L’esercizio della violenza sugli animali – a parere dei proponenti – è stato finora scarsamente contrastato e arginato, purtroppo, per l’esiguità delle sanzioni previste, che non prevedono quasi mai il ricorso al regime detentivo, e per la lentezza dei processi che hanno determinato la prescrizione dei reati.
Premesso che l’esigenza di una maggiore tutela dell’animale trova la propria giustificazione non unicamente nel fatto che gli animali sono ormai riconosciuti, anche a livello giuridico, quali esseri senzienti, ma anche nella circostanza già citata che i soggetti che compiono violenze e maltrattamenti sugli animali sono quelli che possono manifestare violenza nei confronti della componente più fragile della società.
Anche in relazione agli illeciti amministrativi, la presente proposta inasprisce le sanzioni amministrative pecuniarie, da applicare laddove i fatti non integrino gli estremi di un reato, e introduce nuovi divieti, quale, ad esempio, il divieto di utilizzo di particolari dispositivi di controllo dell’animale.
L’articolo 10 introduce nel nostro ordinamento il divieto di importazione, cessione o utilizzo di alcune tipologie di collari e, salvo che il fatto costituisca reato, connette alla violazione del divieto una sanzione amministrativa.
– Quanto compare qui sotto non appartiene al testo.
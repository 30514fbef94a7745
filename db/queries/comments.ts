import { sql } from "kysely";
import type { Executor } from "../schema";

/** Serialise one author's comment writes for the rest of the transaction (the rate limit counts, then inserts). */
export async function lockCommentAuthor(db: Executor, authorId: string): Promise<void> {
  await sql`select pg_advisory_xact_lock(hashtext(${"comment:" + authorId}))`.execute(db);
}

/** How many comments an author posted in the last `windowS` seconds (every project). */
export async function countRecentCommentsBy(db: Executor, authorId: string, windowS: number): Promise<number> {
  const row = await db
    .selectFrom("comments")
    .select((eb) => eb.fn.countAll<string>().as("n"))
    .where("author_id", "=", authorId)
    .where("created_at", ">", sql<Date>`now() - make_interval(secs => ${windowS})`)
    .executeTakeFirstOrThrow();
  return Number(row.n);
}


export async function insertComment(db: Executor, c: { versionId: string; projectId: string; authorId: string; body: string }) {
  return db
    .insertInto("comments")
    .values({ version_id: c.versionId, project_id: c.projectId, author_id: c.authorId, body: c.body })
    .returning(["id", "created_at as createdAt"])
    .executeTakeFirstOrThrow();
}

/** Comments on one version, oldest first, with the author's name and their relation at reading time. */
export async function listVersionComments(db: Executor, projectId: string, versionId: string) {
  return db
    .selectFrom("comments")
    .leftJoin("users", "users.id", "comments.author_id")
    .leftJoin("project_access", (j) =>
      j.onRef("project_access.project_id", "=", "comments.project_id").onRef("project_access.user_id", "=", "comments.author_id"),
    )
    .select([
      "comments.id",
      "comments.body",
      "comments.created_at as createdAt",
      "users.id as authorId",
      "users.name as authorName",
      "project_access.role as authorClientRole",
    ])
    .where("comments.project_id", "=", projectId)
    .where("comments.version_id", "=", versionId)
    .orderBy("comments.created_at")
    .orderBy("comments.id")
    .execute();
}

export async function countCommentsByVersion(db: Executor, projectId: string) {
  return db
    .selectFrom("comments")
    .select(["version_id as versionId", (eb) => eb.fn.countAll<number>().as("n")])
    .where("project_id", "=", projectId)
    .groupBy("version_id")
    .execute();
}
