import { describe, expect, it } from "vitest";
import fc from "fast-check";
import {
  calibrateCondenserCleanUaKWPerK,
  condenserGlycolUFactor,
  condensingTemperatureC,
  fouledUaKWPerK,
  requiredEnteringWaterC,
} from "@/lib/engine/condenser";
import {
  carnotEfficiency,
  carnotFractionCop,
  compressorPenaltyKW,
  compressorPowerKW,
  refrigerationLoadFromRejectionKW,
} from "@/lib/engine/compressor";
import { isothermalStreamEffectiveness } from "@/lib/engine/heat-exchanger";

describe("condenser ε-NTU", () => {
  // Source: Incropera & DeWitt, Fundamentals of Heat and Mass Transfer §11.3–11.4: with one isothermal
  // stream ε = 1 − e^(−UA/C), and the LMTD method Q = UA·ΔTlm must give the same heat.
  it("agrees with the LMTD method", () => {
    fc.assert(
      fc.property(fc.double({ min: 50, max: 2000, noNaN: true }), fc.double({ min: 250, max: 1000, noNaN: true }), fc.double({ min: 10, max: 35, noNaN: true }), fc.double({ min: 100, max: 3000, noNaN: true }), (ua, cw, tIn, q) => {
        const tc = condensingTemperatureC(tIn, q, ua, cw);
        const tOut = tIn + q / cw;
        const lmtd = (tc - tIn - (tc - tOut)) / Math.log((tc - tIn) / (tc - tOut));
        expect((ua * lmtd) / q).toBeCloseTo(1, 6);
      }),
    );
  });

  it("calibrates the clean UA from the design point and inverts", () => {
    const ua = calibrateCondenserCleanUaKWPerK(35, 28.3, 1500, 72 * 4.186, 1100, 0);
    expect(condensingTemperatureC(28.3, 1500, ua, 72 * 4.186)).toBeCloseTo(35, 10);
    expect(requiredEnteringWaterC(35, 1500, ua, 72 * 4.186)).toBeCloseTo(28.3, 10);
    expect(isothermalStreamEffectiveness(ua, 72 * 4.186)).toBeCloseTo(1500 / (72 * 4.186 * 6.7), 10);
    expect(Number.isNaN(calibrateCondenserCleanUaKWPerK(33, 28.3, 1500, 72 * 4.186, 1100, 0))).toBe(true);
  });

  // Series resistances 1/(UA) = 1/(Uclean·A) + Rf/A (TEMA RGP-T-2.4 fouling in series).
  it("adds fouling in series and removes a design allowance", () => {
    const uc = 1100;
    const area = 400;
    const uaClean = (uc * area) / 1000;
    const rf = 0.000176;
    expect(fouledUaKWPerK(uaClean, uc, rf)).toBeCloseTo(area / (1 / uc + rf) / 1000, 10);
    const withAllowance = calibrateCondenserCleanUaKWPerK(35, 28.3, 1500, 301, uc, rf);
    const without = calibrateCondenserCleanUaKWPerK(35, 28.3, 1500, 301, uc, 0);
    expect(fouledUaKWPerK(withAllowance, uc, rf)).toBeCloseTo(without, 10);
  });

  it("a fouled condenser condenses warmer", () => {
    const ua = calibrateCondenserCleanUaKWPerK(35, 28.3, 1500, 301, 1100, 0);
    expect(condensingTemperatureC(28.3, 1500, fouledUaKWPerK(ua, 1100, 0.000176), 301)).toBeGreaterThan(35.2);
  });
});

describe("compressor penalty", () => {
  // Source: reversed Carnot cycle; COP = η·Te/(Tc − Te) gives dW/dTc = W/(Tc − Te) per K
  // (Methods §5).
  it("the Carnot-fraction sensitivity is W/(Tc − Te) per kelvin", () => {
    const model = { kind: "carnotFraction" as const, carnotEfficiency: carnotEfficiency(2, 35, -32), evaporatingK: 241.15 };
    expect(carnotFractionCop(model, 35)).toBeCloseTo(2, 12);
    const w = compressorPowerKW(model, 1000, 35);
    expect(w).toBeCloseTo(500, 9);
    expect(compressorPenaltyKW(model, 1000, 36, 35)).toBeCloseTo(w / (35 + 32), 9);
    expect(compressorPowerKW(model, 1000, 36) - w).toBeCloseTo(compressorPenaltyKW(model, 1000, 36, 35), 9);
  });

  // First law: heat rejected = Qe·(1 + 1/COP).
  it("refrigeration load and heat rejection are consistent", () => {
    expect(refrigerationLoadFromRejectionKW(1500, 2)).toBeCloseTo(1000, 9);
  });
});

describe("glycol on the condenser's water side", () => {
  // Resistances in series (Incropera & DeWitt, overall coefficient): a water-side film that is 40 % of
  // the clean resistance, its coefficient halved by glycol (r = 0.5): 1/U' = 0.4/0.5 + 0.6 = 1.4 → U'/U = 0.7143.
  it("derates only the water-side share of the clean resistance", () => {
    expect(condenserGlycolUFactor(0.4, 0.5)).toBeCloseTo(1 / 1.4, 12);
    expect(condenserGlycolUFactor(0.4, 1)).toBeCloseTo(1, 12);
  });
});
In particolare, i dispositivi vietati sono i seguenti (comma 1): collari elettronici; collari elettrici; collari con le punte; collari a strozzo; collari a semi-strozzo. Sono invece leciti i collari dotati unicamente di sistema di controllo satellitare GPS (comma 2). La violazione del divieto di importazione, vendita, detenzione, utilizzazione o cessione è sanzionata, « salvo che il fatto costituisca reato », con la sanzione amministrativa pecuniaria da 500 a 25.000 euro. In caso di recidiva, la sanzione è raddoppiata. Quanto alle sanzioni accessorie, se la violazione è commessa nell’esercizio dell’attività di impresa, si applica la sospensione della licenza da sei mesi a due anni; in caso di recidiva reiterata, la licenza è revocata. I possessori di dispositivi vietati alla data di entrata in vigore della riforma dovranno consegnarli – entro un mese – al servizio veterinario dell’azienda sanitaria locale competente per territorio, che provvederà all’eliminazione (comma 3).
I proponenti auspicano che il presente disegno di legge – in linea con le evidenze scientifiche della psichiatria, della criminologia, della medicina veterinaria e dell’etologia – sia presto calendarizzata in Parlamento e diventi in tempi brevi legge dello Stato.